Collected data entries

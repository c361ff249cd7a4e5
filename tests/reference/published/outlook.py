"""Outlook: exact bounds, first passage, scores.

Values that come from other libraries, from tables of textbooks, or from rules of the trade. Derived values (outlook.json) are
compared in tests/analysis/outlook/.
"""

import numpy as np
from scipy import stats
from scipy.special import zeta

from analysis.outlook.binomial import failure_bound, proportion_interval, windows_needed
from analysis.outlook.brier import brier_parts
from analysis.outlook.crps import crps_ensemble, crps_gaussian
from analysis.outlook.drift_model import CRITICAL_RATIO
from analysis.outlook.drifted_walk import DISCRETE_SHIFT, passage_moments, passage_probability, passage_quantile_s
from analysis.outlook.mean_reverting import mean_passage_s, reverting_passage
from analysis.outlook.survival import time_quantile_s
from tests.reference.published.case import Case, Origin

SCIPY = "scipy.stats"
FREIREICH_WEEKS = np.array([6, 6, 6, 7, 10, 13, 16, 22, 23, 6, 9, 10, 11, 17, 19, 20, 25, 32, 32, 34, 35], float)
FREIREICH = (
    "E. J. Freireich et al., Blood 21, 699 (1963): remission, 21 cases of 6-MP, as tabulated in textbooks of survival analysis"
)
FORECAST = [0.1, 0.1, 0.1, 0.1, 0.3, 0.3, 0.3, 0.7, 0.7, 0.9]
OUTCOME = [0, 0, 1, 0, 0, 1, 0, 1, 1, 1]


def remission_quantile(share: float) -> float:
    """Weeks by which a share of the 6-MP group had relapsed; 9 of 21 did, the rest are censored."""
    reached = np.where(np.arange(21) < 9, FREIREICH_WEEKS, np.nan)
    return time_quantile_s(reached, FREIREICH_WEEKS, share)


CASES = [
    Case(
        name="rule-of-three",
        quantity="none of 100 failed: bound × 100 (rule of three: about 3)",
        published=3.0,
        unit="",
        tolerance=0.05,
        formula="F-90",
        source="J. A. Hanley, A. Lippman-Hand, J. Am. Med. Assoc. 249, 1743 (1983)",
        origin=Origin.MEMORY,
        compute=lambda: 100 * float(failure_bound(0, 100)),
    ),
    Case(
        name="59-samples",
        quantity="good samples for 95 % confidence of at most 5 % failures",
        published=59.0,
        unit="samples",
        tolerance=0.0,
        formula="F-90",
        source="S. S. Wilks, Ann. Math. Stat. 12, 91 (1941): the 95/95 rule",
        origin=Origin.MEMORY,
        compute=lambda: float(windows_needed(0, bound=0.05)),
    ),
    Case(
        name="exact-1-of-22",
        quantity="1 of 22 failed: upper bound at 95 %",
        published=float(stats.binomtest(1, 22, alternative="less").proportion_ci(0.95, "exact").high),
        unit="",
        tolerance=1e-9,
        formula="F-90",
        source=f"{SCIPY}.binomtest",
        origin=Origin.LIBRARY,
        compute=lambda: float(failure_bound(1, 22)),
    ),
    Case(
        name="exact-9-of-12",
        quantity="9 of 12: lower end of the 95 % interval",
        published=float(stats.binomtest(9, 12).proportion_ci(0.95, "exact").low),
        unit="",
        tolerance=1e-9,
        formula="F-90",
        source=f"{SCIPY}.binomtest",
        origin=Origin.LIBRARY,
        compute=lambda: float(proportion_interval(9, 12)[0]),
    ),
    Case(
        name="remission-median",
        quantity="remission under 6-MP: median",
        published=23.0,
        unit="weeks",
        tolerance=0.0,
        formula="F-94",
        source=FREIREICH,
        origin=Origin.MEMORY,
        compute=lambda: remission_quantile(0.5),
    ),
    Case(
        name="remission-quarter",
        quantity="remission under 6-MP: lower quartile",
        published=13.0,
        unit="weeks",
        tolerance=0.0,
        formula="F-94",
        source=FREIREICH,
        origin=Origin.MEMORY,
        compute=lambda: remission_quantile(0.25),
    ),
    Case(
        name="passage-cdf",
        quantity="walk (a 5, v 0.1, s 0.8) arrived by 100 s",
        published=float(stats.invgauss.cdf(100.0, 50 / 39.0625, scale=39.0625)),
        unit="",
        tolerance=1e-12,
        formula="F-95",
        source=f"{SCIPY}.invgauss",
        origin=Origin.LIBRARY,
        compute=lambda: float(passage_probability(5.0, 0.1, 0.8, 100.0)),
    ),
    Case(
        name="passage-median",
        quantity="the same: median time",
        published=float(stats.invgauss.ppf(0.5, 50 / 39.0625, scale=39.0625)),
        unit="s",
        tolerance=1e-8,
        formula="F-96",
        source=f"{SCIPY}.invgauss",
        origin=Origin.LIBRARY,
        compute=lambda: float(passage_quantile_s(5.0, 0.1, 0.8, 0.5)),
    ),
    Case(
        name="passage-variance",
        quantity="the same: variance",
        published=float(stats.invgauss.var(50 / 39.0625, scale=39.0625)),
        unit="s²",
        tolerance=1e-8,
        formula="F-96",
        source=f"{SCIPY}.invgauss",
        origin=Origin.LIBRARY,
        compute=lambda: float(passage_moments(5.0, 0.1, 0.8).variance_s2),
    ),
    Case(
        name="passage-driftless",
        quantity="driftless walk (a 5, s 0.8) arrived by 100 s",
        published=float(stats.levy.cdf(100.0, scale=39.0625)),
        unit="",
        tolerance=1e-12,
        formula="F-95",
        source=f"{SCIPY}.levy",
        origin=Origin.LIBRARY,
        compute=lambda: float(passage_probability(5.0, 0.0, 0.8, 100.0)),
    ),
    Case(
        name="discrete-shift",
        quantity="shift of a barrier seen only in steps, -ζ(½)/√(2π)",
        published=-float(zeta(0.5)) / np.sqrt(2 * np.pi),
        unit="s√Δt",
        tolerance=1e-12,
        formula="F-97",
        source="scipy.special.zeta; 0.5826 in Broadie, Glasserman, Kou (1997)",
        origin=Origin.LIBRARY,
        compute=lambda: DISCRETE_SHIFT,
    ),
    Case(
        name="siegert-1sd",
        quantity="mean-reverting, mean time from the mean to 1 sd",
        published=2.0934066497,
        unit="1/θ",
        tolerance=1e-8,
        formula="F-98",
        source="A. J. F. Siegert, Phys. Rev. 81, 617 (1951), by mpmath",
        origin=Origin.MEMORY,
        compute=lambda: float(mean_passage_s(0.0, 1.0, 0.0, 1.0, 1.0)),
    ),
    Case(
        name="siegert-3sd-modes",
        quantity="to 3 sd, by the sum over modes",
        published=86.931619899,
        unit="1/θ",
        tolerance=1e-5,
        formula="F-99",
        source="as above",
        origin=Origin.MEMORY,
        compute=lambda: reverting_passage(0.0, 3.0, 0.0, 1.0, 1.0).mean_s,
    ),
    Case(
        name="dickey-fuller-5",
        quantity="critical likelihood ratio at 5 %, τ_μ² of -2.86",
        published=2.86**2,
        unit="",
        tolerance=0.05,
        formula="F-102",
        source="D. A. Dickey, W. A. Fuller, J. Am. Stat. Assoc. 74, 427 (1979)",
        origin=Origin.MEMORY,
        compute=lambda: CRITICAL_RATIO[0.05],
    ),
    Case(
        name="brier-resolution",
        quantity="resolution of ten forecasts",
        published=13 / 120,
        unit="",
        tolerance=1e-12,
        formula="F-104",
        source="A. H. Murphy, J. Appl. Meteorol. 12, 595 (1973); in exact fractions",
        origin=Origin.MEMORY,
        compute=lambda: brier_parts(FORECAST, OUTCOME).resolution,
    ),
    Case(
        name="crps-standard",
        quantity="CRPS of N(0, 1) at 0, (√2 - 1)/√π",
        published=(np.sqrt(2) - 1) / np.sqrt(np.pi),
        unit="",
        tolerance=1e-12,
        formula="F-107",
        source="T. Gneiting et al., Mon. Weather Rev. 133, 1098 (2005)",
        origin=Origin.MEMORY,
        compute=lambda: float(crps_gaussian(0.0, 1.0, 0.0)),
    ),
    Case(
        name="crps-energy",
        quantity="CRPS of members 1, 2, 5 at 3: half the squared energy distance",
        published=0.5 * float(stats.energy_distance([1.0, 2.0, 5.0], [3.0])) ** 2,
        unit="",
        tolerance=1e-12,
        formula="F-108",
        source=f"{SCIPY}.energy_distance",
        origin=Origin.LIBRARY,
        compute=lambda: float(crps_ensemble([1.0, 2.0, 5.0], 3.0)),
    ),
]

#### Task to carry out:
Tell how many lines above include the word "stats". Give the number alone.

#### Exercise output:
9